O çok şefkatli, çok merhametli olmakla birlikte, hikmetli ve adaletlidir de:
3. Din
(Ceza) Günü’nün mâlikidir. Âlemlerin Rabbi, sürekli yenilenen bol merhameti ile birlikte, din gününde kullarına yaptıklarının karşılığını verecek, mahlûkatını hesaba çekecektir. "O gün hiç kimse, başkası için hiçbir şeye (fayda ya da zarar verme gücüne) sahip değildir. O gün herkesin işi Allah'a kalmıştır. Gerçekleşeceğinde asla şüphe olmayan Yargı Günü’nünmutlakhâkimi yalnızca Yüce Allah’tır.
O hâlde ey Rabb’imiz, sana tüm içtenliğimizle söz veriyoruz ve diyoruz ki:
4. Yalnızca sana kulluk eder ve ancak senden yardım dileriz. Ey Rabbim ! Ben, senin hakîr ve zelil bir kulunum. Sana dua etmek için tek başıma bu kapıda durmak benim haddim değil. Ben sadece mü'min ve muvahhidlerin grubuna katılıyorum. Benim duamı da onlarla birlikte kabul buyur.
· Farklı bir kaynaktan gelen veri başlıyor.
def _bandwidth(bytes_per_s: float | None) -> str:
    if bytes_per_s is None:
        return "unbounded"
    if bytes_per_s >= 1e9:
        return f"{bytes_per_s / 1e9:.3g} GB/s"
    return f"{bytes_per_s / 1e6:.3g} MB/s"


# --------------------------------------------------------------------------------------------------------
# Figures
# --------------------------------------------------------------------------------------------------------


def _figure(width: float, height: float):
    from matplotlib.figure import Figure

    figure = Figure(figsize=(width, height), layout="constrained")
    return figure


def _axes_style(ax) -> None:
    ax.grid(True, which="major", color="#dddddd", linewidth=0.7)
    ax.set_axisbelow(True)
    for side in ("top", "right"):
        ax.spines[side].set_visible(False)


def _log2_axis(ax, ps: list[int]) -> None:
    ax.set_xscale("log", base=2)
    ax.set_xticks(ps)
    ax.set_xticklabels([str(p) for p in ps])
    ax.minorticks_off()


def plot_scaling(study: dict[str, Any], path: Path) -> Path:
    """Two panels: speedup and efficiency against P, measured, ideal and (if fitted) projected."""
    points = study["points"]
    model = study["model"]
    ps = [point["p"] for point in points]
    every_p = sorted(set(ps) | {row["p"] for net in model.get("networks", []) for row in net["rows"]})
    figure = _figure(9.0, 3.6)
    left, right = figure.subplots(1, 2)
    left.plot(every_p, every_p, color="#999999", linestyle="--", linewidth=1, label="ideal")
    right.axhline(1.0, color="#999999", linestyle="--", linewidth=1, label="ideal")
    styles = [("#3a6ea5", "-"), ("#c8553d", "-.")]
    for (colour, line), net in zip(styles, model.get("networks", []), strict=False):
        rows = net["rows"]
        label = f"model, {net['name']}"
        left.plot([r["p"] for r in rows], [r["speedup"] for r in rows], color=colour, linestyle=line,
                  linewidth=1, marker=".", label=label)
        right.plot([r["p"] for r in rows], [r["efficiency"] for r in rows], color=colour, linestyle=line,
                   linewidth=1, marker=".", label=label)
    left.plot(ps, [point["speedup"] for point in points], color="black", marker="o", linewidth=1.6,
              label="measured")
    right.plot(ps, [point["efficiency"] for point in points], color="black", marker="o", linewidth=1.6,
               label="measured")
    scaled = " (scaled, P·T1/TP)" if study["mode"] == "weak" else " (T1/TP)"
    left.set_yscale("log", base=2)
    left.set_ylabel("speedup" + scaled)
    right.set_ylabel("parallel efficiency")
    right.set_ylim(bottom=0.0, top=max(1.1, max(point["efficiency"] for point in points) * 1.05))
    for ax in (left, right):
        _axes_style(ax)
        _log2_axis(ax, every_p)
        ax.set_xlabel("processes P")
    right.legend(fontsize=7, frameon=False, loc="lower left")
    figure.suptitle(f"{study['mode']} scaling of {Path(study['job']['path']).name}", fontsize=10)
    figure.savefig(path, dpi=110)
    return path


def plot_breakdown(study: dict[str, Any], path: Path) -> Path:
    """Stacked bars: mean seconds per step in each phase at each measured P, with the step time marked."""
    points = study["points"]
    figure = _figure(5.6, 3.6)
    ax = figure.subplots()
    labels = [f"P={point['p']}" for point in points]
    positions = list(range(len(points)))
    bottom = [0.0] * len(points)
    for phase in PHASES:
        heights = [1e3 * point["phase_mean_s"][phase] for point in points]
        ax.bar(positions, heights, bottom=bottom, width=0.6, color=PHASE_COLOURS[phase], label=phase)
        bottom = [b + h for b, h in zip(bottom, heights, strict=True)]
    ax.scatter(positions, [1e3 * point["step_s"] for point in points], marker="_", s=600, color="black",
               label="step (slowest rank)", zorder=3)
    ax.set_xticks(positions)
    ax.set_xticklabels(labels)
    ax.set_ylabel("milliseconds per step")
    top = max(max(bottom), 1e3 * max(point["step_s"] for point in points))
    ax.set_ylim(0.0, 1.45 * top)  # headroom for the legend above the bars
    _axes_style(ax)
    ax.legend(fontsize=7, frameon=False, ncols=2)
    figure.suptitle(f"where a step's time goes ({study['mode']} scaling)", fontsize=10)
    figure.savefig(path, dpi=110)
    return path


def plot_allreduce(study: dict[str, Any], path: Path) -> Path:
    """Measured allreduce medians against message size at each P > 1, with the fitted model at the fit's P."""
    model = study["model"]
    figure = _figure(5.6, 3.6)
    ax = figure.subplots()
    shades = ["#7fa7d1", "#3a6ea5", "#1d3f66", "#0b1f33"]
    for i, (p, timings) in enumerate(sorted(study["allreduce"].items(), key=lambda item: int(item[0]))):
        ax.plot([m["n_bytes"] for m in timings], [m["median_s"] for m in timings], linestyle="none",
                marker="o", color=shades[i % len(shades)], label=f"measured, P={p}")
    if model.get("available"):
        fit = model["fit"]
        sizes = [point["n_bytes"] for point in fit["points"]]
        grid = [sizes[0] * (sizes[-1] / sizes[0]) ** (k / 60) for k in range(61)]
        curve = [costmodel.allreduce_time(fit["algorithm"], fit["p"], n, fit["alpha_s"], fit["beta_s_per_byte"],
                                          fit["gamma_s_per_byte"]) for n in grid]
        ax.plot(grid, curve, color="black", linewidth=1, label=f"fit, {fit['algorithm']} at P={fit['p']}")
        for net in model["networks"][1:]:
            given = [costmodel.best_allreduce(fit["p"], n, net["alpha_s"], net["beta_s_per_byte"],
                                              fit["gamma_s_per_byte"])[1] for n in grid]
            ax.plot(grid, given, color="#c8553d", linestyle="-.", linewidth=1, label=f"model, {net['name']}")
    ax.set_xscale("log", base=2)
    ax.set_yscale("log")
    ax.set_xlabel("message size, bytes")
    ax.set_ylabel("seconds (median)")
    _axes_style(ax)
    ax.legend(fontsize=7, frameon=False)
    figure.suptitle("in-place SUM allreduce", fontsize=10)
    figure.savefig(path, dpi=110)
    return path


# --------------------------------------------------------------------------------------------------------
# report.md
# --------------------------------------------------------------------------------------------------------


def render(study: dict[str, Any], out: Path) -> list[Path]:
    """Draw the figures (when matplotlib is importable) and write out/report.md; returns the paths written.

    A missing matplotlib adds a note to study["notes"] and to the report instead of figures.
    """
    written: list[Path] = []
    try:
        import matplotlib  # noqa: F401
    except ImportError:
        study["notes"].append(NO_PLOTS)
    else:
        written.append(plot_scaling(study, out / "scaling.png"))
        written.append(plot_breakdown(study, out / "breakdown.png"))
        if study["allreduce"]:
            written.append(plot_allreduce(study, out / "allreduce.png"))
    figures = {path.name for path in written}
    report = out / "report.md"
    report.write_text(markdown(study, figures))
    return [*written, report]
Biz hepimiz sana kulluk eder ve senden yardım dileriz.
Fatiha suresini okurken “ben” yerine “biz” dememizin açılımını Bediüzzaman Said Nursî Hz. İşarat’ül İ’caz’da şöyle anlatır:
“Birincisi:
İnsanın vücudundaki bütün aza ve zerrata râcidir (yöneliktir)ki, bu itibarla şükr-ü örfîyi eda etmiş olur. İkincisi: Bütün ehl-i tevhidin cemaatlerine aittir. Bu cihetle şeriata itaat etmiş olur. Üçüncüsü: Kâinatın ihtiva ettiği mevcudata işarettir. Bu itibarla, şeriat-ı fıtriye-i kübraya tâbi olarak hayret ve muhabbetle kudret ve azametin arşı altında sâcid ve âbid olmuş olur.”
5.
Ey Rabb’imiz! Bizi dosdoğru yola, insanın doğal yapısıyla, duyguları, eğilimleri ve ihtiyaçlarıyla birebir örtüşen, her türlü aşırılıktan uzak,varlık kanunlarıyla tam bir uyum ve ahenk içinde olan o apaydınlık yola, insanlığı hem dünyada hem âhirette mutluluğa ulaştıran İslâm yoluna ilet.
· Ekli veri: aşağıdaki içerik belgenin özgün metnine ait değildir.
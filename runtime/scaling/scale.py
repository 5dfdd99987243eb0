"""Scaling studies: the job timed at several process counts, with a per-phase breakdown and a cost model.

The story, top to bottom:

    cmd_scale                 check the arguments, then for each P start
      mpiexec -n P python -m shardmill.scaling.scale …       (the worker, `run_worker`, at the bottom of this file)
        pin (optional) → Trainer(job) → warm-up → N timed steps → per-rank record → gather to rank 0
        → allreduce timings over MESSAGE_SIZES and the reduction cost γ → rank 0 writes runs/pP.json
    measured_point            one row per P: step time, throughput, speedup, efficiency, imbalance, phases
    communication_model       fit α, β at the largest P; project step time and efficiency to larger P
    write_study               scaling.json, scaling.csv, then report.py draws the PNGs and report.md

Definitions (Grama, Gupta, Karypis & Kumar, *Introduction to Parallel Computing*, 2nd ed., 2003, ch. 5):
T_P is the wall-clock seconds per step on P processes. Strong scaling keeps the global batch G fixed:
speedup S = T_1/T_P, efficiency E = T_1/(P·T_P). Weak scaling keeps G per rank fixed (global batch G·P):
E = T_1/T_P, the per-rank throughput at P over the throughput at 1, and the scaled speedup S = P·T_1/T_P
(Gustafson, "Reevaluating Amdahl's law", CACM 31(5), 1988). In both modes E = S/P.
"""

from __future__ import annotations

import argparse
import csv
import datetime
import json
import os
import signal
import subprocess
import sys
import time
from pathlib import Path
from typing import Any

import numpy as np
from shardmill.config import Job, JobError, load_job
from shardmill.scaling import costmodel
from shardmill.timing import PHASES

MESSAGE_SIZES: tuple[int, ...] = tuple(4096 * 4**k for k in range(8))
"""Allreduce message sizes timed at every P > 1, bytes: 4 KiB, 16 KiB, …, 64 MiB (eight sizes)."""

COMM_BUDGET_S = 30.0
"""Seconds of allreduce timing allowed per run; larger sizes are skipped (and reported) once it would be exceeded."""

WARMUP_STEPS = 2
"""Untimed training steps after the kernel warm-up (first-touch of buffers, MPI connection set-up)."""

COMPUTE_PHASES = ("data", "forward", "backward", "update")
"""Phases that make up the compute of a step in the projection (everything but the exchange)."""

CSV_COLUMNS: tuple[str, ...] = (
    "p", "global_batch", "step_s", "samples_per_s", "samples_per_s_per_rank", "speedup", "efficiency",
    "load_imbalance",
    *(f"{phase}_{kind}_s" for phase in PHASES for kind in ("max", "mean")),
    "peak_rss_max_bytes", "pinned", "placement",
)
"""Columns of scaling.csv, one row per process count. Seconds are per step."""


class RunFailed(Exception):
    """A worker run that did not finish: carries the exit status the command should return."""

    def __init__(self, message: str, code: int) -> None:
        super().__init__(message)
        self.code = code


# --------------------------------------------------------------------------------------------------------
# Command-line values
# --------------------------------------------------------------------------------------------------------


def parse_counts(text: str, option: str) -> list[int]:
    """Comma-separated process counts such as "1,2,4" as a sorted list of distinct ints ≥ 1."""
    try:
        counts = [int(part) for part in str(text).split(",") if part.strip()]
    except ValueError:
        counts = []
    if not counts or min(counts) < 1:
        raise JobError(f"`{option}` must be comma-separated process counts ≥ 1 like 1,2,4; got {text!r}")
    return sorted(set(counts))


def parse_network_option(spec: str | None) -> tuple[float, float] | None:
    """`--network` as (alpha seconds, beta seconds per byte), or None when not given; JobError if unreadable."""
    if spec is None:
        return None
    try:
        return costmodel.parse_network(spec)
    except ValueError as err:
        raise JobError(f"`--network`: {err}") from None


def global_batch_at(job: Job, p: int, mode: str) -> int:
    """The global batch of the run on p processes: G (strong) or G·p (weak, G per rank)."""
    return job.run.global_batch if mode == "strong" else job.run.global_batch * p


# --------------------------------------------------------------------------------------------------------
# Driver
# --------------------------------------------------------------------------------------------------------


def cmd_scale(args: argparse.Namespace) -> int:
    """`shardmill scale JOB --ranks 1,2,4 --mode strong|weak --out DIR`: run, measure, model, report."""
    from mpi4py import MPI

    ranks = parse_counts(args.ranks, "--ranks")
    if 1 not in ranks:
        raise JobError(f"`--ranks` must include 1, the serial baseline of speedup and efficiency; got {args.ranks!r}")
    project_to = parse_counts(args.project, "--project")
    network = parse_network_option(args.network)
    if MPI.COMM_WORLD.Get_size() > 1:
        raise JobError("`shardmill scale` starts its own mpiexec runs; start it as one process, without mpiexec")
    job = load_job(args.job)
    if args.mode == "strong" and job.run.global_batch < max(ranks):
        raise JobError(f"`run.global_batch` = {job.run.global_batch} is smaller than the largest process count "
                       f"{max(ranks)}; strong scaling needs at least one sample per rank")
    timeout = float(getattr(args, "timeout", 900.0))
    if not timeout > 0:
        raise JobError(f"`--timeout` must be > 0 seconds; got {timeout:g}")
    out = Path(args.out)
    (out / "runs").mkdir(parents=True, exist_ok=True)
    (out / "logs").mkdir(parents=True, exist_ok=True)

    raws: dict[int, dict[str, Any]] = {}
    bar = _progress(len(ranks), show=not getattr(args, "no_progress", False))
    try:
        for p in ranks:
            raws[p] = run_point(Path(args.job), p, global_batch_at(job, p, args.mode), args.steps, args.threads,
                                args.pin, out, timeout, bar)
            bar.update(1)
    except RunFailed as failure:
        bar.close()
        print(f"shardmill: error: {failure}", file=sys.stderr, flush=True)
        return failure.code
    bar.close()

    study = build_study(job, Path(args.job), args.mode, args.steps, args.threads, args.pin, raws, project_to,
                        args.network, network)
    from shardmill.scaling import report

    figures_and_report = report.render(study, out)  # first: it may add a note that the JSON should carry
    written = write_study(study, out) + figures_and_report
    print(report.text_table(study))
    for note in study["notes"]:
        print(f"note: {note}", file=sys.stderr)
    print("wrote " + ", ".join(str(path) for path in written))
    return 0


def _progress(total: int, show: bool):
    from tqdm import tqdm

    return tqdm(total=total, desc="scale", unit="run", file=sys.stderr, dynamic_ncols=True,
                disable=None if show else True)


def worker_command(job: Path, p: int, global_batch: int, steps: int, threads: int, pin: bool,
                   result: Path) -> list[str]:
    """The mpiexec command line of one run: p processes of `python -m shardmill.scaling.scale` with these settings."""
    from shardmill.parallel.launch import find_mpiexec

    command = [find_mpiexec(), "-n", str(p), sys.executable, "-m", "shardmill.scaling.scale",
               "--job", str(job.resolve()), "--global-batch", str(global_batch), "--steps", str(steps),
               "--threads", str(threads), "--result", str(result.resolve())]
    return command + (["--pin"] if pin else [])


def run_point(job: Path, p: int, global_batch: int, steps: int, threads: int, pin: bool, out: Path,
              timeout: float, bar: Any = None) -> dict[str, Any]:
    """Run the worker on p processes and return what its rank 0 wrote (see `run_worker`).

    Output of all ranks goes to out/logs/pP.log. A run past `timeout` seconds is stopped (its whole process
    group) and raises RunFailed with status 124; a user error in the worker (bad job, too few rows) raises
    RunFailed with status 2 and the worker's message; any other failure shows the end of the log, status 1.
    """
    from shardmill.parallel.launch import LAUNCHED

    result = out / "runs" / f"p{p}.json"
    log_path = out / "logs" / f"p{p}.log"
    result.unlink(missing_ok=True)
    env = dict(os.environ, OPENBLAS_NUM_THREADS=str(threads), OMP_NUM_THREADS=str(threads),
               MKL_NUM_THREADS=str(threads), PYTHONUNBUFFERED="1", **{LAUNCHED: "1"})
    command = worker_command(job, p, global_batch, steps, threads, pin, result)
    begin = time.perf_counter()
    with open(log_path, "w") as log:
        process = subprocess.Popen(command, stdout=log, stderr=subprocess.STDOUT, env=env, start_new_session=True)
        previous = signal.signal(signal.SIGTERM, _interrupt) if _main_thread() else None
        try:
            while process.poll() is None:
                elapsed = time.perf_counter() - begin
                if elapsed > timeout:
                    raise RunFailed(f"the {p}-process run ran past {timeout:g} s and was stopped; see {log_path}",
                                    124)
                if bar is not None:
                    bar.set_postfix_str(f"P={p} G={global_batch} {elapsed:.0f} s", refresh=True)
                time.sleep(0.2)
        finally:  # a timeout, Ctrl-C or SIGTERM must not leave the run behind (it has its own session)
            if process.poll() is None:
                _stop(process)
            if previous is not None:
                signal.signal(signal.SIGTERM, previous)
    if process.returncode != 0 or not result.is_file():
        text = log_path.read_text(errors="replace")
        errors = [line for line in text.splitlines() if line.startswith("shardmill: error:")]
        if process.returncode == 2 and errors:
            message = errors[0].removeprefix("shardmill: error:").strip()
            raise RunFailed(f"the {p}-process run stopped: {message}", 2)
        tail = "\n".join(text.splitlines()[-20:])
        raise RunFailed(f"the {p}-process run failed with exit status {process.returncode}; end of {log_path}:\n"
                        f"{tail}", 1)
    return json.loads(result.read_text())


def usable_cores() -> int:
    """CPUs this process may run on (its affinity mask where the platform has one, else all)."""
    if hasattr(os, "sched_getaffinity"):
        return len(os.sched_getaffinity(0))
    return os.cpu_count() or 1


def _main_thread() -> bool:
    import threading

    return threading.current_thread() is threading.main_thread()


def _interrupt(signum: int, frame: Any) -> None:
    raise KeyboardInterrupt(f"signal {signum}")


def _stop(process: subprocess.Popen) -> None:
    """End the launcher and its ranks: SIGTERM to the run's own process group, SIGKILL if it lingers."""
    for sig in (signal.SIGTERM, signal.SIGKILL):
        try:
            os.killpg(process.pid, sig)
        except ProcessLookupError:
            return
        try:
            process.wait(timeout=5)
            return
        except subprocess.TimeoutExpired:
            continue


# --------------------------------------------------------------------------------------------------------
# From worker records to one row per P
# --------------------------------------------------------------------------------------------------------


def measured_point(raw: dict[str, Any]) -> dict[str, Any]:
    """One measured row (without speedup and efficiency, which need P = 1) from a worker's result.

    step_s: the slowest rank's wall-clock seconds over the timed steps, divided by the steps. Phases are
    seconds per step: max and mean over ranks. load_imbalance: max / mean over ranks of forward + backward
    seconds (1 = balanced). peak_rss_max_bytes: the largest peak resident set of any rank.
    """
    records = raw["ranks"]
    steps = raw["steps"]
    p = raw["p"]
    step_s = max(r["wall_s"] for r in records) / steps
    phases = np.array([[r["phase_s"][phase] for phase in PHASES] for r in records]) / steps  # (P, phases) s/step
    compute = phases[:, PHASES.index("forward")] + phases[:, PHASES.index("backward")]
    placement = " ".join(f"{r['rank']}:cpu{r['cpu']}" if r["cpu"] is not None else f"{r['rank']}:cpu?"
                         for r in records)
    return {
        "p": p,
        "global_batch": raw["global_batch"],
        "steps": steps,
        "step_s": step_s,
        "samples_per_s": raw["global_batch"] / step_s,
        "samples_per_s_per_rank": raw["global_batch"] / (p * step_s),
        "load_imbalance": float(compute.max() / compute.mean()) if compute.mean() > 0 else 1.0,
        "phase_max_s": dict(zip(PHASES, map(float, phases.max(axis=0)), strict=True)),
        "phase_mean_s": dict(zip(PHASES, map(float, phases.mean(axis=0)), strict=True)),
        "peak_rss_max_bytes": max(r["peak_rss_bytes"] for r in records),
        "rss_max_bytes": max(r["rss_bytes"] for r in records),
        "pinned": all(r["pinned"] for r in records),
        "placement": placement,
        "mpi_thread_level": raw.get("mpi_thread_level"),
        "allreduce_skipped_bytes": raw.get("allreduce_skipped_bytes", []),
    }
6. Nimet verdiğin kimselerin,
insanlık tarihi boyunca tevhid sancağını elden ele taşıyan Peygamberlerin ve onların izinden yürüyen âlimlerin, şehitlerin, sana yakın olan kimselerin yoluna...
7. Gazaba uğramışların ve
sapmışların yoluna değil ya Rab!
Bizi, senin gazabına uğramış olan Yahudilerin veya hak yoldan sapmış olan Hıristiyanların zümresine katma. Çünkü onlar senin mukaddes şeriatından çıktılar ve böylece gazaba ve ebedî lanete müstahak oldular.
Allah’ın Elçisi (s) bu surenin sonunda “Âmin!” yani “Duamızı kabul eyle, ya Rab!” derdi.